I have been registered with Amazon.co.uk for several years and in December 07 I tried to buy an MP3 Album download from Amazon.com, yet curiously because I just happen live in the UK, I was not able to complete the purchase as MP3 downloads are currently only available to Amazon.com members registered in the US. Amazon claim that this strange anomaly is due to be changed, but in the meantime we will have to wait. Now 3 months later I tried again and still no change.

The music in question - JS Bach's Well Tempered Clavier Book ll, Prelude & Fugues beautifully performed by Edward Aldwell on piano, published by Nonesuch, but unforunately this CD recording is not currently available anywhere. MP3 'buy' link accessed as follows -

http://www.amazon.com/gp/dmusic/ord...ml?ie=UTF8&ASIN=B0012FCE6U&isTrack=0&qid=&sr=

I have since bought and downloaded Tunetribe WMA files of the same recording but have now discovered these don't actually work on my Ipod Nano player so can't be made personally portable.

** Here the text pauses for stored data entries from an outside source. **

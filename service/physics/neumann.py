"""Neumann's integral for two parallel turns, averaged over the heights of their windings.

A turn is a rounded rectangle: straight sides and four quarter circles, the two turns with the
same straight sides and different corner radii, one around the other. With 1/distance averaged
over both heights beforehand, only plane integrals are left:

* straight with straight: closed form;
* straight with corner: closed form along the straight, quadrature over the corner's angle;
* corner with itself: quadrature over the difference of the angles;
* corner with another corner: quadrature over both angles.

Where two turns run close to each other the integrands peak at the scale of their distance. The
substitution angle = c sinh(t) spreads that peak, for any distance however small, so that a fixed
number of Gauss points serves every shape.
"""

from collections.abc import Sequence
from functools import lru_cache
from typing import Final

import numpy as np
from numpy.typing import NDArray

Array = NDArray[np.float64]
Lags = Sequence[tuple[float, float]]

_QUARTER: Final = np.pi / 2.0
_POINTS_ALONG_CORNER: Final = 32
_POINTS_BETWEEN_CORNERS: Final = 16
# Two corners meet in a point, not along a line: what lies nearer than this angle to the meeting
# point carries less than 1e-8 of the whole, and need not be spread.
_NEAREST_ANGLE: Final = 0.002
_TINY: Final = 1e-150


@lru_cache(maxsize=64)
def gauss_points(count: int) -> tuple[Array, Array]:
    """Return nodes and weights of Gauss and Legendre's rule on the interval from 0 to 1."""
    nodes, weights = np.polynomial.legendre.leggauss(count)
    return (nodes + 1.0) / 2.0, weights / 2.0


def height_lags(height_a: float, height_b: float, distance: float) -> Lags:
    """Return the separations, with weights, that average a kernel over two heights.

    The average over both heights of f(z - z') is the weighted sum of f's second antiderivative
    at these separations (m; weights in 1/m2). `distance` is that of the mid-planes. Weights add
    up to zero, so the antiderivative may be reckoned from its value at 0.
    """
    half_sum, half_difference = (height_a + height_b) / 2.0, (height_a - height_b) / 2.0
    weights: dict[float, float] = {}
    for lag, sign in (
        (distance + half_sum, 1.0),
        (distance - half_sum, 1.0),
        (distance + half_difference, -1.0),
        (distance - half_difference, -1.0),
    ):
        weights[abs(lag)] = weights.get(abs(lag), 0.0) + sign / (height_a * height_b)
    return tuple((lag, weight) for lag, weight in weights.items() if lag > 0.0 and weight != 0.0)


def turn_integral(
    straight_x: float, straight_y: float, radius_a: Array, radius_b: Array, lags: Lags
) -> Array:
    """Return the height-averaged Neumann integral of pairs of turns.

    Args:
        straight_x, straight_y: straight sides of both turns, m.
        radius_a, radius_b: corner radii of the turns of each pair, m; never equal.
        lags: from `height_lags`.

    Returns:
        Integral of (ds . ds') / distance in m, one for each pair; times mu0/(4 pi) it is their
        mutual inductance.
    """
    if straight_x == 0.0 and straight_y == 0.0:
        return _circles(radius_a, radius_b, lags)
    # A coil with one pair of straights has half circles at its ends, whose points see each other
    # along one arc; let those straights lie along x.
    along, across = max(straight_x, straight_y), min(straight_x, straight_y)
    total = _same_corner(radius_a, radius_b, np.pi if across == 0.0 else _QUARTER, lags)
    for side, other in ((along, across), (across, along)):
        if side > 0.0:
            total += _straights(side, other, radius_a, radius_b, lags)
            total += _straights_with_corners(side, other, radius_a, radius_b, lags)
            total += _corners_across_straight(side, radius_a, radius_b, lags)
    total += _opposite_corners(along, across, radius_a, radius_b, lags)
    return total


def _angles_from_junction(radius_a: Array, radius_b: Array, end: float) -> tuple[Array, Array]:
    """Angles from 0 to `end` with weights, crowded at 0 on the scale of the turns' distance."""
    nodes, weights = gauss_points(_POINTS_ALONG_CORNER)
    scale = (np.abs(radius_a - radius_b) / np.sqrt(radius_a * radius_b))[:, None]
    return _spread(scale, end, nodes, weights)


def _spread(scale: Array, end: float, nodes: Array, weights: Array) -> tuple[Array, Array]:
    reach = np.arcsinh(end / scale)
    t = reach * nodes
    return scale * np.sinh(t), weights * reach * scale * np.cosh(t)


def _arc_distance(a: Array, b: Array, angle: Array) -> Array:
    return _length(a - b, 2.0 * np.sqrt(a * b) * np.sin(angle / 2.0))


def _length(x: Array, y: Array | float) -> Array:
    # numpy's hypot guards against overflow, which no coil needs, at five times the time.
    return np.sqrt(x * x + y * y)


def _sum(values: Array) -> Array:
    """Sum of all that belongs to each pair of turns."""
    total: Array = values.reshape(len(values), -1).sum(axis=1)
    return total


def _circles(radius_a: Array, radius_b: Array, lags: Lags) -> Array:
    a, b = radius_a[:, None], radius_b[:, None]
    angle, weight = _angles_from_junction(radius_a, radius_b, np.pi)
    kernel = _point(_arc_distance(a, b, angle), lags)
    return 4.0 * np.pi * radius_a * radius_b * _sum(weight * np.cos(angle) * kernel)


def _same_corner(radius_a: Array, radius_b: Array, span: float, lags: Lags) -> Array:
    """Arcs of both turns around the same centre, each over `span`, for the whole coil."""
    a, b = radius_a[:, None], radius_b[:, None]
    angle, weight = _angles_from_junction(radius_a, radius_b, span)
    kernel = _point(_arc_distance(a, b, angle), lags)
    # So many pairs of points on the two arcs differ by that angle, in either direction.
    pairs = 2.0 * (span - angle)
    arcs = 2.0 * np.pi / span
    return arcs * radius_a * radius_b * _sum(weight * pairs * np.cos(angle) * kernel)


def _straights(side: float, other: float, radius_a: Array, radius_b: Array, lags: Lags) -> Array:
    """Straight sides of one direction: each with its neighbour and against the opposite one."""
    near, far = np.abs(radius_a - radius_b), other + radius_a + radius_b
    return 4.0 * (_line_with_line(side, near, lags) - _line_with_line(side, far, lags))


def _straights_with_corners(
    side: float, other: float, radius_a: Array, radius_b: Array, lags: Lags
) -> Array:
    """Straight sides of one direction with all corners, each turn's with the other's."""
    angle, weight = _angles_from_junction(radius_a, radius_b, _QUARTER)
    sine, cosine = np.sin(angle), np.cos(angle)
    total = np.zeros_like(radius_a)
    for corner, straight in (
        (radius_a[:, None], radius_b[:, None]),
        (radius_b[:, None], radius_a[:, None]),
    ):
        start = corner * sine
        near = np.maximum(np.abs(straight - corner * cosine), _TINY)
        far = other + corner * cosine + straight
        seen = (
            _line(start + side, near, lags)
            - _line(start, near, lags)
            - _line(start + side, far, lags)
            + _line(start, far, lags)
        )
        total += 4.0 * _sum(weight * corner * cosine * seen)
    return total


def _corners_across_straight(side: float, radius_a: Array, radius_b: Array, lags: Lags) -> Array:
    """Corners at both ends of a straight side, for the whole coil."""
    nodes, weights = gauss_points(_POINTS_BETWEEN_CORNERS)
    gap = _length(radius_a - radius_b, side) / np.sqrt(radius_a * radius_b)
    angle, weight = _spread(np.maximum(gap, _NEAREST_ANGLE)[:, None], _QUARTER, nodes, weights)
    from_a, from_b = angle[:, :, None], angle[:, None, :]
    a, b = radius_a[:, None, None], radius_b[:, None, None]
    distance = _length(
        side + a * np.sin(from_a) + b * np.sin(from_b), a * np.cos(from_a) - b * np.cos(from_b)
    )
    kernel = np.cos(from_a + from_b) * _point(distance, lags)
    return 4.0 * radius_a * radius_b * _sum(weight[:, :, None] * weight[:, None, :] * kernel)


def _opposite_corners(
    side: float, other: float, radius_a: Array, radius_b: Array, lags: Lags
) -> Array:
    """Corners opposite each other across the middle, for the whole coil."""
    nodes, weights = gauss_points(_POINTS_BETWEEN_CORNERS)
    angle, weight = _QUARTER * nodes, _QUARTER * weights
    from_a, from_b = angle[None, :, None], angle[None, None, :]
    a, b = radius_a[:, None, None], radius_b[:, None, None]
    distance = _length(
        side + a * np.cos(from_a) + b * np.cos(from_b),
        other + a * np.sin(from_a) + b * np.sin(from_b),
    )
    kernel = -np.cos(from_a - from_b) * _point(distance, lags)
    return 4.0 * radius_a * radius_b * _sum(np.multiply.outer(weight, weight) * kernel)


# Antiderivatives of 1/R with R^2 = x^2 + q^2 + z^2, less their value at z = 0. With `rise` = R
# less its value at z = 0, asinh(z/flat) is log1p((z + rise)/flat): nothing cancels for small z.


def _point(distance: Array, lags: Lags) -> Array:
    """1/R integrated twice over z: two points at a plane distance."""
    total = np.zeros_like(distance)
    for z, weight in lags:
        rise = z * z / (_length(distance, z) + distance)
        total += weight * (z * np.log1p((z + rise) / distance) - rise)
    return total


def _line(x: Array, q: Array, lags: Lags) -> Array:
    """1/R integrated twice over z and once over x, for x not negative: a point and a line."""
    total = np.zeros_like(x)
    for z, weight in lags:
        flat, slant, rise, tilted, drop = _legs(x, q, z)
        total += weight * (
            x * (z * np.log1p((z + rise) / flat) - 0.5 * rise)
            + 0.5 * (z * z * tilted + q * q * drop)
            - q * z * np.arctan2(x * z, q * slant)
        )
    return total


def _line_with_line(side: float, q: Array, lags: Lags) -> Array:
    """1/R integrated twice over z and twice over x: equal lines side by side, halved."""
    return _twice(np.full_like(q, side), q, lags) - _twice(np.zeros_like(q), q, lags)


def _twice(x: Array, q: Array, lags: Lags) -> Array:
    total = np.zeros_like(x)
    for z, weight in lags:
        flat, slant, rise, tilted, drop = _legs(x, q, z)
        total += weight * (
            0.5 * (x * x - q * q) * z * np.log1p((z + rise) / flat)
            + 0.5 * x * (z * z * tilted + q * q * drop)
            - ((x * x - 2.0 * q * q) * rise + z * z * slant) / 6.0
            - q * x * z * np.arctan2(x * z, q * slant)
        )
    return total


def _legs(x: Array, q: Array, z: float) -> tuple[Array, Array, Array, Array, Array]:
    """Distances without and with z, their difference, asinh(x/e) and asinh(x/q) - asinh(x/e).

    e is the length of q and z together.
    """
    flat = _length(x, q)
    slant = _length(flat, z)
    rise = z * z / (slant + flat)
    tilted = np.log((x + slant) / _length(q, z))
    drop = 0.5 * np.log1p((z / q) ** 2) - np.log1p(rise / (x + flat))
    return flat, slant, rise, tilted, drop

So I pose an open question to anyone better informed than I and ask what is there to prevent a co-operative American Amazon member making the purchase on I my behalf in the UK and forwarding the MP3 download as an attachment in an Email.

If such a kind person were to be found with a Paypal A/c, he or she could be paid by me in advance and surely the matter would be sorted without compromising copywrite or legal issues. Or have I missed something quite obvious. Other than the question of actually finding someone willing to help in the US. I can't be the only person to experience this issue with Amazon.com downloads. Comments invited


----------



## Morigan (Oct 16, 2006)

The easiest solution would be to convert your WMA files into MP3 or another format that the iPod can read. But I suppose your files are DRM protected and that won't be possible.

Ah, the joy of copyrights. I often resolve to shameless piracy, but I suppose that won't do for you.

EDIT: Also, you could probably just burn the files to an audio CD and then rip it using iTunes. It would convert the audio tracks into m4a and you could directly add them to your iPod. This is in no way illegal. You bought the WMA files, they are yours to do whatever you like for your personal use.


----------



## Philip Evans (Jan 28, 2008)

Hi Morigan,
Thanks, you are right it appears that there is some DRM protection limiting downloads and was not able to simply convert to MP3 format, but I will try as you suggest, albeit rather a cumbersome process. I'm new to the 'Art of Ipod' so in a wider context, this could be a useful exercise.
Cheers


----------